Personal Injury

The most common form of personal injury case is an automobile accident. Insurance coverage is mandatory in Ohio; thusly, if the other driver is at fault, procedures exist to gain compensation for an injured victim. The statute of limitations on this type of claim is two years. The primary issue is one of negligence, although damages issues are also contested in many of the personal injury cases that are tried to a jury. Damages must always be proximately caused by the individual or company that was negligent.

Sub-issues within the personal injury field include doctrines such as the "assured clear distance" rule and comparative negligence.

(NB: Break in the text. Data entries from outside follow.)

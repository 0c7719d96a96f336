import type { z } from "zod";
import type { FittingFound } from "../../shared/schemas/fit";
import type {
  WorkerFilter,
  WorkerName,
  WorkerNameFilter,
  WorkerRow,
  WorkerView,
} from "../../shared/schemas/worker";
import { decodeCursor, pageFrom } from "../lib/cursor";
import { rows } from "../lib/db";
import { issue, unprocessable } from "../lib/errors";
import { type Actor, visible } from "../lib/policy";
import { containsWords } from "../lib/search-words";
import {
  crewPolicy,
  dayPolicy,
  findingPolicy,
  requirementPolicy,
  workerNamePolicy,
  workerPolicy,
} from "../policies";
import { DAY_FIGURES_COLUMNS, type MaybeDayFiguresRow } from "../presenters/day-figures";
import { listAssignments } from "./assignments";

/** As the index on names and numbers has it. */
const nameAndNumber = (w: string) => `(lower(${w}.name) || ' ' || lower(${w}.employee_number))`;

export type WorkerListRow = Omit<WorkerRow, "lastDay"> & MaybeDayFiguresRow;
export type WorkerDetailRow = Omit<WorkerView, "can">;

const uuid = /^[0-9a-f]{8}(-[0-9a-f]{4}){3}-[0-9a-f]{12}$/;

/** One page in the order of names, each row with its last day and its open findings, in one query. */
export async function pageOfWorkers(actor: Actor, filter: z.infer<typeof WorkerFilter>) {
  const after = decodeCursor(filter.cursor, 2);
  if (after && !uuid.test(String(after[1])))
    throw unprocessable([issue(["cursor"], "cursor-unknown")]);
  const search = containsWords(nameAndNumber("w"), filter.search ?? "");
  const conditions = [
    "w.organization_id = :organizationId",
    visible(workerPolicy, actor, "w"),
    search.condition,
    filter.siteId && "w.site_id = :siteId",
    filter.crewId &&
      "EXISTS (SELECT 1 FROM crew_memberships m WHERE m.worker_id = w.id AND m.crew_id = :crewId AND m.valid @> current_date)",
    filter.includeLeft === "false" && "(w.left_on IS NULL OR w.left_on >= current_date)",
    after && "(w.name, w.id) > (:afterName, CAST(:afterId AS uuid))",
  ].filter(Boolean);
  const found = await rows<WorkerListRow>(
    `WITH page AS MATERIALIZED (
       SELECT w.* FROM workers w WHERE ${conditions.join(" AND ")} ORDER BY w.name, w.id LIMIT :limit)
     SELECT w.id, w.site_id AS "siteId", s.name AS "siteName", w.employee_number AS "employeeNumber", w.name, w.employer,
       w.employer_name AS "employerName", j.name AS "jobName", c.name AS "crewName", w.left_on::text AS "leftOn",
       f.count AS "openFindings", ${DAY_FIGURES_COLUMNS("r")}
     FROM page w JOIN sites s ON s.id = w.site_id LEFT JOIN jobs j ON j.id = w.job_id
     LEFT JOIN LATERAL (
       SELECT k.name FROM crew_memberships m JOIN crews k ON k.id = m.crew_id
       WHERE m.worker_id = w.id AND m.valid @> current_date ORDER BY m.is_loan, lower(m.valid) DESC LIMIT 1) c ON TRUE
     LEFT JOIN LATERAL (
       SELECT x.* FROM days d JOIN day_results x ON x.id = d.current_result_id
       WHERE d.worker_id = w.id AND ${visible(dayPolicy, actor, "d")} ORDER BY d.date DESC LIMIT 1) r ON TRUE
     CROSS JOIN LATERAL (
       SELECT count(*)::int AS count FROM findings q
       WHERE q.organization_id = w.organization_id AND q.worker_id = w.id AND q.state <> 'closed' AND ${visible(findingPolicy, actor, "q")}) f
     ORDER BY w.name, w.id`,
    {
      ...search.values,
      organizationId: actor.organizationId,
      siteId: filter.siteId ?? null,
      crewId: filter.crewId ?? null,
      afterName: after?.[0] ?? null,
      afterId: after?.[1] ?? null,
      limit: filter.limit + 1,
    },
  );
  return pageFrom(found, filter.limit, ({ name, id }) => [name, id]);
}

/** One worker with crews and assignments; the reason of a personal requirement only for whoever may read it. */
export async function findWorkerDetail(actor: Actor, id: string): Promise<WorkerDetailRow[]> {
  const found = await rows<Omit<WorkerDetailRow, "assignments">>(
    `SELECT w.id, w.site_id AS "siteId", s.name AS "siteName", w.job_id AS "jobId", j.name AS "jobName",
       w.employee_number AS "employeeNumber", w.name, w.employer, w.employer_name AS "employerName", w.language,
       w.hired_on::text AS "hiredOn", w.left_on::text AS "leftOn", w.must_wear AS "mustWear",
       w.personal_target_db AS "personalTargetDb", w.worn_gear AS "wornGear", q.reason AS "requirementReason", w.revision,
       EXISTS (SELECT 1 FROM users u WHERE u.worker_id = w.id AND u.revoked_at IS NULL) AS "hasSignIn",
       coalesce((SELECT json_agg(json_build_object('id', c.id, 'name', c.name, 'fromDate', lower(m.valid),
                   'toDate', upper(m.valid) - 1, 'isLoan', m.is_loan) ORDER BY lower(m.valid) DESC, c.name)
                 FROM crew_memberships m JOIN crews c ON c.id = m.crew_id
                 WHERE m.worker_id = w.id AND (${visible(crewPolicy, actor, "c")} OR ${actor.owns("m.worker_id") || "FALSE"})), '[]') AS crews
     FROM workers w JOIN sites s ON s.id = w.site_id LEFT JOIN jobs j ON j.id = w.job_id
     LEFT JOIN worker_requirement_reasons q ON q.worker_id = w.id AND ${visible(requirementPolicy, actor, "w")}
     WHERE w.id = :id AND ${visible(workerPolicy, actor, "w")}`,
    { id },
  );
  const assignments = found.length > 0 ? await listAssignments(actor, { workerId: id }) : [];
  return found.map((worker) => ({ ...worker, assignments }));
}

/** Whose employee number it is, or who has every word of the text in name or number; nobody who has left. */
export async function lookUpWorkers(actor: Actor, text: string): Promise<FittingFound["rows"]> {
  const search = containsWords(nameAndNumber("w"), text);
  const found = await rows<FittingFound["rows"][number]>(
    `SELECT w.id, w.name, w.employee_number AS "employeeNumber", s.name AS "siteName", lower(w.employee_number) = lower(:text) AS "isExact"
     FROM workers w JOIN sites s ON s.id = w.site_id
     WHERE ${visible(workerPolicy, actor, "w")} AND (${search.condition}) AND (w.left_on IS NULL OR w.left_on >= current_date)
     ORDER BY "isExact" DESC, w.name, w.id LIMIT 8`,
    { ...search.values, text },
  );
  const exact = found.filter(({ isExact }) => isExact);
  return exact.length > 0 ? exact : found;
}

/** Names and numbers only, the best part of a list to choose one person from. */
export async function findWorkerNames(
  actor: Actor,
  filter: z.output<typeof WorkerNameFilter>,
): Promise<WorkerName[]> {
  const search = containsWords(nameAndNumber("w"), filter.search);
  const isThere = "(w.left_on IS NULL OR w.left_on >= current_date)";
  return rows<WorkerName>(
    `SELECT w.id, w.site_id AS "siteId", w.name, w.employee_number AS "employeeNumber",
       EXISTS (SELECT 1 FROM users u WHERE u.worker_id = w.id AND u.revoked_at IS NULL) AS "hasSignIn",
       w.left_on::text AS "leftOn"
     FROM workers w WHERE w.organization_id = :organizationId AND ${visible(workerNamePolicy, actor, "w")} AND ${search.condition}
       ${filter.who === "all" ? "" : `AND ${isThere}`} ${filter.siteId ? "AND w.site_id = :siteId" : ""}
     ORDER BY ${isThere} DESC, w.name, w.id LIMIT 20`,
    { ...search.values, organizationId: actor.organizationId, siteId: filter.siteId },
  );
}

The assured clear distance ahead provision of Section 12603, General Code, requires that a driver of a motor vehicle must not operate the car at a greater speed than will permit him or her to bring it to a stop within the distance between his motor vehicle and a discernible object obstructing his or her path or line of travel, unless such assured clear distance ahead is, without his or her fault, suddenly cut down or lessened by the entrance, within such clear distance ahead and into his or her path or line of travel, of some obstruction which renders him or her unable, in the exercise of ordinary care, to avoid colliding therewith. State v. Cheatwood (2nd Dist., 1948), 84 Ohio App. 125. In other words, if you are driving behind a car or truck, you must be able to stop if that car or truck stops.

Negligence is the word ordinarily used to express the foundation of liability for injury to a person or one's property when such injury is not the result of premeditation and formed intention. 70 Ohio Jur. 3d Negligence §1. Negligence has four basic elements: 1) the existence of a duty owed to one person by another, 2) the failure of a person to fulfill this duty, 3) injury, and 4) the injury must be caused by the failure of one person to fulfill his/her duty to another. 70 Ohio Jur. 3d Negligence §9 and Zuzan v. Shutrump (7th Dist., 2003) 155 Ohio App. 3d 589. The established test of negligence is the conduct of a reasonably prudent person in like circumstances. Comparative negligence situations arise when both drivers are at fault and a judge or jury must apportion to what degree each party is negligent.